The Adventures of Lano and Woodley: 90s slapstick sitcom remains timeless

Frank and Colin are alien-type oddities leading small, satisfied lives.
Frank and Colin are alien-type oddities leading small, satisfied lives. Photograph: Binge

When The Adventures of Lano and Woodley started airing on the ABC in September 1997, it already seemed like the product of an earlier generation. Built off the back of a slapstick stage show that Colin Lane and Frank Woodley had been honing in comedy clubs around the country since the early 90s, the pair’s double act took cues from great physical comedians throughout the ages – the likes of Rowan Atkinson, The Three Stooges, Charlie Chaplin and Peter Sellers.

With their stage show wedged into a half-hour sitcom format, the duo inject the mad situational nonsense of great BBC sitcoms such as Fawlty Towers and Are You Being Served? It’s a world where misunderstandings run rife, white lies are blown out of reasonable proportion and accidental baby-theft is par for the course.

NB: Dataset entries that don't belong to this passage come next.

package dev.changeling.analysis;

import dev.changeling.results.MutantResult;
import dev.changeling.results.RunResults;
import dev.changeling.results.TestRecord;
import java.util.ArrayList;
import java.util.BitSet;
import java.util.Collections;
import java.util.HashMap;
import java.util.List;
import java.util.Map;
import java.util.Set;

/**
 * Which test kills which mutant, as bit sets both ways: a row per test (the suite as the baseline ran it, then any other
 * test the mutants name), a column per counted mutant that is not equivalent. A mutant's killers are its stored
 * {@code killers} and its {@code killedBy}; when a detected mutant has no stored killers (the run stopped at its first
 * failing test), only {@code killedBy} is known and the matrix is {@linkplain #complete() incomplete}: every figure
 * drawn from it is then a lower bound of kills.
 */
public final class KillMatrix {

    private final List<String> tests;
    private final List<String> names;
    private final List<MutantResult> mutants;
    private final BitSet[] killsOf;
    private final BitSet[] killersOf;
    private final BitSet[] reachOf;
    private final boolean complete;

    private KillMatrix(List<String> tests, List<String> names, List<MutantResult> mutants, BitSet[] killsOf,
                       BitSet[] killersOf, BitSet[] reachOf, boolean complete) {
        this.tests = Collections.unmodifiableList(tests);
        this.names = Collections.unmodifiableList(names);
        this.mutants = List.copyOf(mutants);
        this.killsOf = killsOf;
        this.killersOf = killersOf;
        this.reachOf = reachOf;
        this.complete = complete;
    }

    /** The matrix of a run, leaving out stillborn and skipped mutants and those on the equivalents list. */
    public static KillMatrix of(RunResults results, Set<String> equivalent) {
        List<String> tests = new ArrayList<>();
        List<String> names = new ArrayList<>();
        Map<String, Integer> rows = new HashMap<>();
        for (TestRecord test : results.tests() == null ? List.<TestRecord>of() : results.tests()) {
            if (rows.putIfAbsent(test.id(), tests.size()) == null) {
                tests.add(test.id());
                names.add(test.name() == null || test.name().isBlank() ? test.id() : test.name());
            }
        }
        List<MutantResult> columns = results.mutants().stream()
                .filter(mutant -> mutant.verdict().counted() && !Score.isEquivalent(mutant, equivalent)).toList();
        BitSet[] killersOf = new BitSet[columns.size()];
        BitSet[] reachOf = new BitSet[columns.size()];
        boolean complete = true;
        for (int column = 0; column < columns.size(); column++) {
            MutantResult mutant = columns.get(column);
            BitSet killers = new BitSet();
            BitSet reach = new BitSet();
            killersOf[column] = killers;
            reachOf[column] = reach;
            mutant.knownKillers().forEach(test -> killers.set(row(test, rows, tests, names)));
            complete &= mutant.everyKillerKnown();
            if (mutant.reachedBy() != null) {
                mutant.reachedBy().forEach(test -> reach.set(row(test, rows, tests, names)));
            }
        }
        BitSet[] killsOf = new BitSet[tests.size()];
        for (int row = 0; row < tests.size(); row++) {
            killsOf[row] = new BitSet(columns.size());
        }
        for (int column = 0; column < columns.size(); column++) {
            for (int row = killersOf[column].nextSetBit(0); row >= 0; row = killersOf[column].nextSetBit(row + 1)) {
                killsOf[row].set(column);
            }
        }
        return new KillMatrix(tests, names, columns, killsOf, killersOf, reachOf, complete);
    }

    private static int row(String test, Map<String, Integer> rows, List<String> tests, List<String> names) {
        return rows.computeIfAbsent(test, unused -> {
            tests.add(test);
            names.add(test);
            return tests.size() - 1;
        });
    }

    /** Whether every detected mutant stored all its killers; when not, kills are a lower bound. */
    public boolean complete() {
        return complete;
    }

    /** The rows: each test's JUnit unique id. */
    public List<String> tests() {
        return tests;
    }

    /** The readable name of a row (the baseline's display names, else the unique id). */
    public String name(int test) {
        return names.get(test);
    }

    /** The columns: every counted, non-equivalent mutant, in the results' order. */
    public List<MutantResult> mutants() {
        return mutants;
    }

    /** The columns this test kills; do not change it. */
    public BitSet killsOf(int test) {
        return killsOf[test];
    }

    /** The rows that kill this column; do not change it. */
    public BitSet killersOf(int mutant) {
        return killersOf[mutant];
    }

    /** The rows that reach this column's code in the baseline; do not change it. */
    public BitSet reachOf(int mutant) {
        return reachOf[mutant];
    }

    /** The columns some test kills. */
    public BitSet killed() {
        BitSet killed = new BitSet(mutants.size());
        for (int column = 0; column < mutants.size(); column++) {
            if (!killersOf[column].isEmpty()) {
                killed.set(column);
            }
        }
        return killed;
    }
}
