package dev.changeling.analysis;

import dev.changeling.results.Verdict;
import java.util.Collections;
import java.util.EnumMap;
import java.util.Map;
import java.util.Optional;
import java.util.OptionalDouble;

/**
 * The verdict counts of one group of mutants (all of them, one file, one operator) and the mutation
 * score they give.
 *
 * @param verdicts   how many mutants got each verdict; every verdict is present, zeros included
 * @param equivalent how many undetected mutants (survived or unreached) are known to be equivalent
 */
public record Tally(Map<Verdict, Integer> verdicts, int equivalent) {

    public Tally {
        EnumMap<Verdict, Integer> complete = new EnumMap<>(Verdict.class);
        for (Verdict verdict : Verdict.values()) {
            complete.put(verdict, verdicts.getOrDefault(verdict, 0));
        }
        verdicts = Collections.unmodifiableMap(complete);
        int undetected = complete.get(Verdict.SURVIVED) + complete.get(Verdict.UNREACHED);
        if (equivalent < 0 || equivalent > undetected) {
            throw new IllegalArgumentException(equivalent + " equivalent mutants, but only " + undetected + " undetected");
        }
    }

    public static Tally empty() {
        return new Tally(Map.of(), 0);
    }

    public int count(Verdict verdict) {
        return verdicts.get(verdict);
    }

    /** Every mutant in the group, whatever became of it. */
    public int all() {
        return verdicts.values().stream().mapToInt(Integer::intValue).sum();
    }

    /** Killed, timed out or crashed. */
    public int detected() {
        return sum(Verdict.KILLED, Verdict.TIMED_OUT, Verdict.CRASHED);
    }

    /** The mutants the score is over: all but the stillborn, the skipped and the equivalent. */
    public int denominator() {
        return all() - sum(Verdict.STILLBORN, Verdict.SKIPPED) - equivalent;
    }

    /** Survived or unreached, and not known to be equivalent. */
    public int undetected() {
        return denominator() - detected();
    }

    /** Detected over the denominator; empty when no mutant counts. */
    public OptionalDouble score() {
        int denominator = denominator();
        return denominator == 0 ? OptionalDouble.empty() : OptionalDouble.of((double) detected() / denominator);
    }

    /** The 95% Wilson interval of the score, for a sample; empty when no mutant counts. */
    public Optional<Interval> interval95() {
        int denominator = denominator();
        return denominator == 0 ? Optional.empty() : Optional.of(Interval.wilson95(detected(), denominator));
    }

    Tally plus(Verdict verdict, boolean isEquivalent) {
        EnumMap<Verdict, Integer> more = new EnumMap<>(verdicts);
        more.merge(verdict, 1, Integer::sum);
        return new Tally(more, equivalent + (isEquivalent ? 1 : 0));
    }

    private int sum(Verdict... chosen) {
        int total = 0;
        for (Verdict verdict : chosen) {
            total += verdicts.get(verdict);
        }
        return total;
    }
}
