package dev.changeling.analysis;

import dev.changeling.results.MutantResult;
import dev.changeling.results.PointRecord;
import java.util.ArrayList;
import java.util.HashMap;
import java.util.List;
import java.util.Map;
import java.util.OptionalDouble;
import java.util.Set;

/**
 * Combined faults: for each higher-order mutant whose first-order parts are all in the run and all detected (a part is
 * found by its point's fingerprint, which is the first-order mutant's id), whether the combination was detected too.
 * The coupling ratio is the detected ones over all such mutants; the subtle ones are those still alive although every
 * part alone is detected.
 *
 * @param eligible   counted, non-equivalent higher-order mutants whose parts are all present and detected
 * @param detected   of those, the detected ones
 * @param subtle     of those, the undetected ones, in the results' order
 * @param incomplete counted, non-equivalent higher-order mutants left out because a part is missing or undetected
 */
public record Coupling(int eligible, int detected, List<MutantResult> subtle, int incomplete) {

    public Coupling {
        subtle = List.copyOf(subtle);
    }

    public static Coupling of(List<MutantResult> mutants, Set<String> equivalent) {
        Map<String, MutantResult> firstOrder = new HashMap<>();
        for (MutantResult mutant : mutants) {
            if (mutant.order() == 1) {
                firstOrder.put(mutant.id(), mutant);
            }
        }
        int eligible = 0;
        int detected = 0;
        int incomplete = 0;
        List<MutantResult> subtle = new ArrayList<>();
        for (MutantResult mutant : mutants) {
            if (mutant.order() < 2 || !mutant.verdict().counted() || Score.isEquivalent(mutant, equivalent)) {
                continue;
            }
            if (!everyPartDetected(mutant, firstOrder)) {
                incomplete++;
                continue;
            }
            eligible++;
            if (mutant.verdict().detected()) {
                detected++;
            } else {
                subtle.add(mutant);
            }
        }
        return new Coupling(eligible, detected, subtle, incomplete);
    }

    private static boolean everyPartDetected(MutantResult mutant, Map<String, MutantResult> firstOrder) {
        for (PointRecord point : mutant.points()) {
            MutantResult part = firstOrder.get(point.fingerprint());
            if (part == null || !part.verdict().detected()) {
                return false;
            }
        }
        return true;
    }

    /** Detected over eligible; empty when no higher-order mutant is eligible. */
    public OptionalDouble ratio() {
        return eligible == 0 ? OptionalDouble.empty() : OptionalDouble.of((double) detected / eligible);
    }
}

The Adventures of Lano and Woodley is streaming on Binge

Each episode begins with the pair being fired from some short-lived job due to hapless misadventure, and goes from there. A simple disagreement or minor revelation sees them fall into a hole of their own creation, in which they continue to dig. The more clearly signposted the dangers are, the more hilarious the eventual crash. It’s a classic formula for a reason, but it’s also a hard act to nail.

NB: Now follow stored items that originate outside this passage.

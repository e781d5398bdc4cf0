package dev.changeling.analysis;

import dev.changeling.results.MutantResult;
import java.util.ArrayList;
import java.util.Collections;
import java.util.HashMap;
import java.util.List;
import java.util.Map;
import java.util.OptionalDouble;
import java.util.Set;
import java.util.SortedMap;
import java.util.TreeMap;

/**
 * Line coverage of the mutated lines, read from what the probe recorded: a mutated line holds the first point of at
 * least one counted mutant, and it is run when some test reaches any mutant on it. Beside the score it tells "the
 * tests never run this" apart from "the tests run this but would not notice" ({@link #unnoticed}).
 *
 * @param mutatedLines lines holding the first point of a counted mutant
 * @param runLines     of those, the lines some test executes
 * @param unnoticed    counted mutants on run lines that no test detects (survived or unreached, not equivalent)
 */
public record LineCoverage(int mutatedLines, int runLines, int unnoticed) {

    public LineCoverage {
        if (mutatedLines < 0 || runLines < 0 || runLines > mutatedLines || unnoticed < 0) {
            throw new IllegalArgumentException(runLines + " of " + mutatedLines + " lines run, " + unnoticed + " unnoticed");
        }
    }

    /** Run lines over mutated lines; empty when no line holds a counted mutant. */
    public OptionalDouble share() {
        return mutatedLines == 0 ? OptionalDouble.empty() : OptionalDouble.of((double) runLines / mutatedLines);
    }

    /** The coverage of all these mutants together; equivalent ones (see {@link Score#isEquivalent}) do not count. */
    public static LineCoverage of(List<MutantResult> mutants, Set<String> equivalent) {
        return tally(mutants, equivalent);
    }

    /** The coverage of each file, by project-relative path. */
    public static SortedMap<String, LineCoverage> byFile(List<MutantResult> mutants, Set<String> equivalent) {
        Map<String, List<MutantResult>> files = new TreeMap<>();
        mutants.forEach(mutant -> files.computeIfAbsent(mutant.file(), unused -> new ArrayList<>()).add(mutant));
        SortedMap<String, LineCoverage> byFile = new TreeMap<>();
        files.forEach((file, inFile) -> byFile.put(file, tally(inFile, equivalent)));
        return Collections.unmodifiableSortedMap(byFile);
    }

    private record Line(String file, int line) {
    }

    private static LineCoverage tally(List<MutantResult> mutants, Set<String> equivalent) {
        Map<Line, Boolean> run = new HashMap<>();
        for (MutantResult mutant : mutants) {
            if (counts(mutant, equivalent)) {
                run.merge(lineOf(mutant), reached(mutant), Boolean::logicalOr);
            }
        }
        int unnoticed = 0;
        for (MutantResult mutant : mutants) {
            if (counts(mutant, equivalent) && !mutant.verdict().detected() && run.get(lineOf(mutant))) {
                unnoticed++;
            }
        }
        int runLines = (int) run.values().stream().filter(Boolean::booleanValue).count();
        return new LineCoverage(run.size(), runLines, unnoticed);
    }

    private static boolean counts(MutantResult mutant, Set<String> equivalent) {
        return mutant.verdict().counted() && !Score.isEquivalent(mutant, equivalent);
    }

    private static boolean reached(MutantResult mutant) {
        return mutant.reachedBy() != null && !mutant.reachedBy().isEmpty();
    }

    private static Line lineOf(MutantResult mutant) {
        return new Line(mutant.file(), mutant.first().line());
    }
}
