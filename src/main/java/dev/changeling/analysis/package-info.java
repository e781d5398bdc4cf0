/** What the results mean: mutation score and its interval, kill matrix, test redundancy, higher-order coupling. */
package dev.changeling.analysis;
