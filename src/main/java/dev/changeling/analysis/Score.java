package dev.changeling.analysis;

import dev.changeling.results.MutantResult;
import dev.changeling.results.Verdict;
import java.util.Collections;
import java.util.Comparator;
import java.util.List;
import java.util.Map;
import java.util.Set;
import java.util.SortedMap;
import java.util.TreeMap;

/**
 * The mutation score of a set of results: detected / (all − stillborn − skipped − equivalent), where
 * detected = killed + timed out + crashed; overall, per file, per operator and order, and per order.
 *
 * <p>A mutant on the equivalents list counts as equivalent only while undetected (survived or
 * unreached): a test that tells a mutant apart shows it is not equivalent, and stillborn or skipped
 * mutants are out of the score already.
 */
public final class Score {

    /** The key of the per-operator figures: the operator of a mutant's first point, and the mutant's order. */
    public record OperatorOrder(String operator, int order) {
        static final Comparator<OperatorOrder> ORDER = Comparator.comparing(OperatorOrder::operator)
                .thenComparingInt(OperatorOrder::order);
    }

    private final Tally overall;
    private final SortedMap<String, Tally> byFile;
    private final SortedMap<OperatorOrder, Tally> byOperator;
    private final SortedMap<Integer, Tally> byOrder;
    private final Set<String> equivalent;

    private Score(Tally overall, SortedMap<String, Tally> byFile, SortedMap<OperatorOrder, Tally> byOperator,
                  SortedMap<Integer, Tally> byOrder, Set<String> equivalent) {
        this.overall = overall;
        this.equivalent = Set.copyOf(equivalent);
        this.byFile = Collections.unmodifiableSortedMap(byFile);
        this.byOperator = Collections.unmodifiableSortedMap(byOperator);
        this.byOrder = Collections.unmodifiableSortedMap(byOrder);
    }

    /**
     * @param mutants    the results to score
     * @param equivalent the fingerprints (full ids) of mutants known to be equivalent
     */
    public static Score of(List<MutantResult> mutants, Set<String> equivalent) {
        Tally overall = Tally.empty();
        SortedMap<String, Tally> byFile = new TreeMap<>();
        SortedMap<OperatorOrder, Tally> byOperator = new TreeMap<>(OperatorOrder.ORDER);
        SortedMap<Integer, Tally> byOrder = new TreeMap<>();
        for (MutantResult mutant : mutants) {
            boolean isEquivalent = isEquivalent(mutant, equivalent);
            overall = overall.plus(mutant.verdict(), isEquivalent);
            add(byFile, mutant.file(), mutant, isEquivalent);
            add(byOperator, new OperatorOrder(mutant.first().operator(), mutant.order()), mutant, isEquivalent);
            add(byOrder, mutant.order(), mutant, isEquivalent);
        }
        return new Score(overall, byFile, byOperator, byOrder, equivalent);
    }

    /** Whether this mutant is left out of the score as equivalent. */
    public static boolean isEquivalent(MutantResult mutant, Set<String> equivalent) {
        Verdict verdict = mutant.verdict();
        return (verdict == Verdict.SURVIVED || verdict == Verdict.UNREACHED) && equivalent.contains(mutant.id());
    }

    /** The fingerprints of the mutants known to be equivalent that this score was given. */
    public Set<String> equivalent() {
        return equivalent;
    }

    public Tally overall() {
        return overall;
    }

    /** By project-relative path. */
    public SortedMap<String, Tally> byFile() {
        return byFile;
    }

    /** By the operator of each mutant's first point and the mutant's order; sorted by operator, then order. */
    public SortedMap<OperatorOrder, Tally> byOperator() {
        return byOperator;
    }

    /** By mutant order: 1 for first-order, k for k-order. */
    public SortedMap<Integer, Tally> byOrder() {
        return byOrder;
    }

    private static <K> void add(Map<K, Tally> groups, K key, MutantResult mutant, boolean isEquivalent) {
        groups.compute(key, (unused, tally) -> (tally == null ? Tally.empty() : tally).plus(mutant.verdict(), isEquivalent));
    }
}
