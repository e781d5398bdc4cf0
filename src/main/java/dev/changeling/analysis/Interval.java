package dev.changeling.analysis;

/** A two-sided confidence interval for a proportion; both ends lie in [0, 1]. */
public record Interval(double lower, double upper) {

    /** The 0.975 quantile of the standard normal distribution, for a two-sided 95% interval. */
    public static final double Z_95 = 1.959963984540054;

    public Interval {
        if (!(0 <= lower && lower <= upper && upper <= 1)) {
            throw new IllegalArgumentException("bad interval [" + lower + ", " + upper + "]");
        }
    }

    /** The 95% Wilson score interval, without continuity correction, of {@code successes} in {@code trials}. */
    public static Interval wilson95(int successes, int trials) {
        return wilson(successes, trials, Z_95);
    }

    /** The Wilson score interval, without continuity correction, for the normal quantile {@code z}. */
    public static Interval wilson(int successes, int trials, double z) {
        if (trials < 1 || successes < 0 || successes > trials) {
            throw new IllegalArgumentException("need 0 <= successes <= trials and trials >= 1, not "
                    + successes + " of " + trials);
        }
        double n = trials;
        double p = successes / n;
        double zz = z * z;
        double shrink = 1 + zz / n;
        double centre = (p + zz / (2 * n)) / shrink;
        double half = z / shrink * Math.sqrt(p * (1 - p) / n + zz / (4 * n * n));
        // At 0 or n successes the bound is exactly 0 or 1; rounding must not push it past.
        double lower = successes == 0 ? 0 : Math.max(0, centre - half);
        double upper = successes == trials ? 1 : Math.min(1, centre + half);
        return new Interval(lower, upper);
    }
}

Every great double act has an alpha and a beta. Colin Lane, or Lano, plays the former – the one-eyed man in the kingdom of the blind – while Woodley moves around the world with the childlike hopelessness of Michael Crawford’s Frank Spencer. One early episode even finds them destroying their flat in a failed effort to make some home improvements, echoing a plot in Some Mothers Do ’Ave ’Em.

While the earlier plots are largely fodder for their excellent double act and physically impressive pratfalls, by season two the stunts became more extreme and the writing notably tighter. A particularly well-woven misunderstanding around a lost pair of socks and a local op-shop has all the clever connective tissue of a Larry David-penned Seinfeld episode, while another episode ramps up the Jackass quotient, as Col sets up a men’s weekend-style survival challenge within their tiny apartment to teach Frank to fend for himself.

The Adventures of Lano and Woodley is streaming on Binge.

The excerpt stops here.